En plus de réguler les modifications de la mélanogenèse dépendantes du cycle pilaire, ce réseau de régulation complexe intervient également dans la réponse à la blessure et à l’exposition UVB des cellules souches mélanocytaires du bulge : la voie α-MSH / MC1R est activée en réponse à ces facteurs de stress induisant la différenciation et la migration épidermique des cellules souches mélanocytaires [10]. La mélanogenèse folliculaire est également influencée par de nombreux facteurs intrinsèques tels que la distribution corporelle, les différences de race et de sexe, la sensibilité aux hormones, les défauts génétiques et les changements associés à l’âge [11, 12]. La régulation de la mélanogénèse et de l’environnement des cellules souches mélanocytaires et de leur niche (Figure 3) pourrait, en réponse à ces facteurs, être médiée par toute une gamme de voies de signalisation impliquant des ligands exprimés par des cellules voisines de l’unité folliculaire pileuse et des récepteurs des mélanocytes (récepteurs muscariniques et œstrogènes α et β et récepteurs α1-adrénergiques) [14].

Figure 3: Régulation locale de la survie, de la quiescence, de la prolifération et de la différenciation des cellules souches de mélanocytes adultes dans leur niche à l’intérieur du bulge pileux.

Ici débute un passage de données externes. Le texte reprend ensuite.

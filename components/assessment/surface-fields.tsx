"use client";

// The editing pieces of one surface, drawn as table cells on a desktop (compact: the column header
// names the field, the label is for screen readers) and as a card on a phone. Same code, same paths.
import { windowsAndDoors } from "@/calc";
import type { AssessmentSurface } from "@/lib/assessment/doc";
import { setAt, useAssessmentCtx } from "./context";
import { ChoiceField, NumField, TextField } from "./fields";
import { formatU, U_UNIT } from "./layer-stack/format";
import * as f from "./results/format";
import { openingsOf, proposalOptions, proposedUpgradeId, setKindAt, setProposed, stacksOf, upgradeLabel, windowsUpgradeFor, type SurfaceFigures } from "./surface-edits";

export const kinds = [{ value: "wall", label: "Wall" }, { value: "ceiling", label: "Ceiling" }, { value: "floor", label: "Floor" }] as const;
export const orientations = ["N", "NE", "E", "SE", "S", "SW", "W", "NW", "horizontal"].map((o) => ({ value: o as AssessmentSurface["orientation"], label: o === "horizontal" ? "Horizontal" : o }));

type P = { i: number; compact?: boolean; className?: string };

export function LabelField({ i, compact, className }: P) {
  const { doc, update } = useAssessmentCtx();
  return <TextField path={`surfaces.${i}.name`} label="Label" compact={compact} className={className} value={doc.surfaces[i]!.name} onValue={(v) => update((d) => setAt(d, ["surfaces", i, "name"], v))} />;
}

export function KindField({ i, compact, className }: P) {
  const { doc, update } = useAssessmentCtx();
  return <ChoiceField path={`surfaces.${i}.kind`} label="Kind" compact={compact} className={className} value={doc.surfaces[i]!.kind} options={kinds} onValue={(v) => update((d) => setKindAt(d, i, v))} />;
}

export function OrientationField({ i, compact, className }: P) {
  const { doc, update } = useAssessmentCtx();
  const s = doc.surfaces[i]!;
  // A ceiling or floor faces "horizontal"; walls pick a compass direction.
  const options = s.kind === "wall" ? orientations.filter((o) => o.value !== "horizontal" || s.orientation === "horizontal") : orientations.filter((o) => o.value === "horizontal" || o.value === s.orientation);
  return <ChoiceField path={`surfaces.${i}.orientation`} label="Orientation" compact={compact} className={className} value={s.orientation} options={options} onValue={(v) => update((d) => setAt(d, ["surfaces", i, "orientation"], v))} />;
}

export function AreaField({ i, compact, className }: P) {
  const { doc, update } = useAssessmentCtx();
  return <NumField path={`surfaces.${i}.grossAreaFt2`} label="Gross area (ft²)" compact={compact} className={className} value={doc.surfaces[i]!.grossAreaFt2} onValue={(n) => update((d) => setAt(d, ["surfaces", i, "grossAreaFt2"], n ?? Number.NaN))} />;
}

export function ExistingStackField({ i, compact, className }: P) {
  const { doc, update } = useAssessmentCtx();
  const s = doc.surfaces[i]!;
  const options = stacksOf(doc).filter((a) => a.kind === s.kind).map((a) => ({ value: a.key, label: a.name }));
  return <ChoiceField path={`surfaces.${i}.assemblyKey`} label="Existing layer stack" compact={compact} className={className} value={s.assemblyKey} options={options} onValue={(v) => update((d) => setAt(d, ["surfaces", i, "assemblyKey"], v))} />;
}

/** The proposed layer stack is the upgrade that covers the surface; choosing one edits that upgrade's list. */
export function ProposedField({ i, compact, className }: P) {
  const { doc, update } = useAssessmentCtx();
  const s = doc.surfaces[i]!;
  const options = proposalOptions(doc, s.kind);
  const windows = windowsUpgradeFor(doc, s);
  const note = windows ? <p className="mt-1 text-xs text-ink-muted">Windows: {upgradeLabel(windows)}{windows.type === "windows" ? ` (U ${windows.uFactorIP})` : ""}</p> : null;
  if (options.length === 0) {
    return (
      <div className={className}>
        {compact ? null : <p className="field-label">Proposed layer stack</p>}
        <p className="py-2 text-sm text-ink-muted">No change{s.kind === "floor" ? "" : ` (no ${s.kind === "wall" ? "dense-pack" : "attic"} upgrade yet)`}</p>
        {note}
      </div>
    );
  }
  return (
    <div className={className}>
      <ChoiceField
        path={`surfaces.${i}.proposed`}
        label="Proposed layer stack"
        compact={compact}
        value={proposedUpgradeId(doc, s) || "none"}
        options={[{ value: "none", label: "No change" }, ...options]}
        onValue={(v) => update((d) => setProposed(d, [d.surfaces[i]!.id], v === "none" ? null : v))}
      />
      {note}
    </div>
  );
}

/** U and UA before → after the upgrades, from the live analysis ("—" while it has errors). */
export function SurfaceFiguresText({ figures, compact }: { figures: SurfaceFigures | undefined; compact?: boolean }) {
  const { units } = useAssessmentCtx();
  if (!figures) return <span className="text-ink-muted">—</span>;
  const changed = Math.abs(figures.uaAfter - figures.uaBefore) > 1e-9;
  const u = `${formatU(figures.uBefore, units)}${changed ? ` → ${formatU(figures.uAfter, units)}` : ""}`;
  const ua = `${f.num(f.uaValue(figures.uaBefore, units), 1)}${changed ? ` → ${f.num(f.uaValue(figures.uaAfter, units), 1)}` : ""}`;
  if (compact) {
    return (
      <span className="block whitespace-nowrap tabular-nums" data-testid="surface-figures">
        <span className="block">U {u}</span>
        <span className="block text-ink-muted">UA {ua}</span>
      </span>
    );
  }
  return (
    <p className="text-sm tabular-nums" data-testid="surface-figures">
      U {u} {U_UNIT[units]} · UA {ua} {f.uaUnit(units)}
    </p>
  );
}

export function openingsSummary(s: AssessmentSurface) {
  const o = openingsOf(s);
  return o.count === 0 ? "none" : `${o.count} · ${f.num(o.areaFt2)} ft²`;
}

/** Windows and doors in one surface. */
export function OpeningsEditor({ index, compact }: { index: number; compact?: boolean }) {
  const { doc, update, readOnly } = useAssessmentCtx();
  const s = doc.surfaces[index]!;
  if (s.openings.length === 0 && readOnly) return <p className="text-sm text-ink-muted">No windows or doors.</p>;
  return (
    <div className="space-y-2">
      <h3 className="text-sm font-semibold">Windows and doors in “{s.name}”</h3>
      {s.openings.map((o, j) => (
        <div key={o.id ?? j} className={`grid gap-3 ${compact ? "grid-cols-[minmax(0,2fr)_minmax(0,1fr)_minmax(0,1fr)_auto]" : "sm:grid-cols-2 lg:grid-cols-5"}`}>
          <ChoiceField path={`surfaces.${index}.openings.${j}.productKey`} label="Type" className={compact ? undefined : "lg:col-span-2"} value={o.productKey ?? ""} options={windowsAndDoors.filter((w) => w.kind === o.kind).map((w) => ({ value: w.key, label: `${w.name} (U ${w.uFactorIP})` }))} onValue={(v) => update((d) => setAt(d, ["surfaces", index, "openings", j, "productKey"], v))} />
          <NumField path={`surfaces.${index}.openings.${j}.areaFt2`} label="Area each (ft²)" value={o.areaFt2} onValue={(n) => update((d) => setAt(d, ["surfaces", index, "openings", j, "areaFt2"], n ?? Number.NaN))} />
          <NumField path={`surfaces.${index}.openings.${j}.count`} label="How many" value={o.count ?? 1} onValue={(n) => update((d) => setAt(d, ["surfaces", index, "openings", j, "count"], n ?? Number.NaN))} />
          {!readOnly ? <button type="button" className="btn-ghost self-start sm:mt-6" aria-label={`Remove ${o.kind} ${j + 1} from “${s.name}”`} onClick={() => update((d) => setAt(d, ["surfaces", index, "openings"], d.surfaces[index]!.openings.filter((_, k) => k !== j)))}>Remove</button> : null}
        </div>
      ))}
      {s.openings.length === 0 ? <p className="text-sm text-ink-muted">No windows or doors yet.</p> : null}
      {!readOnly && s.kind === "wall" ? (
        <div className="flex flex-wrap gap-2">
          <button type="button" className="btn-ghost" onClick={() => update((d) => setAt(d, ["surfaces", index, "openings"], [...d.surfaces[index]!.openings, { id: crypto.randomUUID(), kind: "window", areaFt2: 12, count: 1, productKey: "window-double-nonmetal" }]))}>Add window</button>
          <button type="button" className="btn-ghost" onClick={() => update((d) => setAt(d, ["surfaces", index, "openings"], [...d.surfaces[index]!.openings, { id: crypto.randomUUID(), kind: "door", areaFt2: 20, count: 1, productKey: "door-wood" }]))}>Add door</button>
        </div>
      ) : null}
    </div>
  );
}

III. PHYSIOPATHOLOGIE DE LA CANITIE

Les mélanocytes des follicules pileux sont plus sensibles à l’influence de l’âge que les mélanocytes de l’épiderme, la canitie sénile étant le changement le plus manifeste avec l’âge [11]. Les cheveux blancs commencent à apparaître dans des unités individuelles du follicule pileux après 10 cycles de croissance des cheveux. De nombreuses théories ont été proposées concernant les mécanismes sous-jacents à la perte de pigmentation des cheveux liée à l’âge (résumés dans la figure 4).

Une hypothèse est que le grisonnement est provoqué par les effets de l’âge sur les mélanocytes mélanogènes du bulbe pileux dans la matrice adjacente à la papille dermique. Le vieillissement est associé à une réduction du nombre de mélanocytes du bulbe pileux différenciés et actifs (Figure 4, hypothèse I), à une diminution de l’activité de la tyrosinase et à la perturbation de l’interaction normale entre les mélanocytes actifs du bulbe et les kératinocytes précorticaux [15]. Les mécanismes précis conduisant à la perte de mélanocytes actifs du bulbe pileux ne sont pas encore complètement élucidés, mais semblent vraisemblablement impliquer un stress oxydatif menant à des lésions cellulaires, l’apparition d’une sénescence réplicative et la mort des mélanocytes par apoptose [4, 15]. Les mélanocytes résiduels du bulbe pileux dans les cheveux grisonnants contiennent des mélanosomes moins nombreux et plus petits, parfois contenus dans des autophagolysosomes, ainsi que de grandes vacuoles [11, 15, 16]. Le recrutement de cellules dendritiques (y compris les cellules de Langerhans) dans le bulbe pileux a également été observé [4, 16]. La réduction de l’activité de la tyrosinase dans les mélanocytes de bulbes pileux vieillissants peut être due à des modifications de la réactivité aux facteurs neuroendocriniens régulant la mélanogénèse (ACTH, α-MSH et β-endorphine) [16, 17]. Malgré une activité réduite de la tyrosinase, les mélanocytes dégénérescents contiennent toujours des quantités importantes de mélanine. Cependant, cette mélanine n’est pas transférée aux kératinocytes pré-corticaux environnants, ce qui suggère que des interactions défectueuses entre les mélanocytes du bulbe pileux dégénératif et les kératinocytes contribuent également au vieillissement. [4, 15].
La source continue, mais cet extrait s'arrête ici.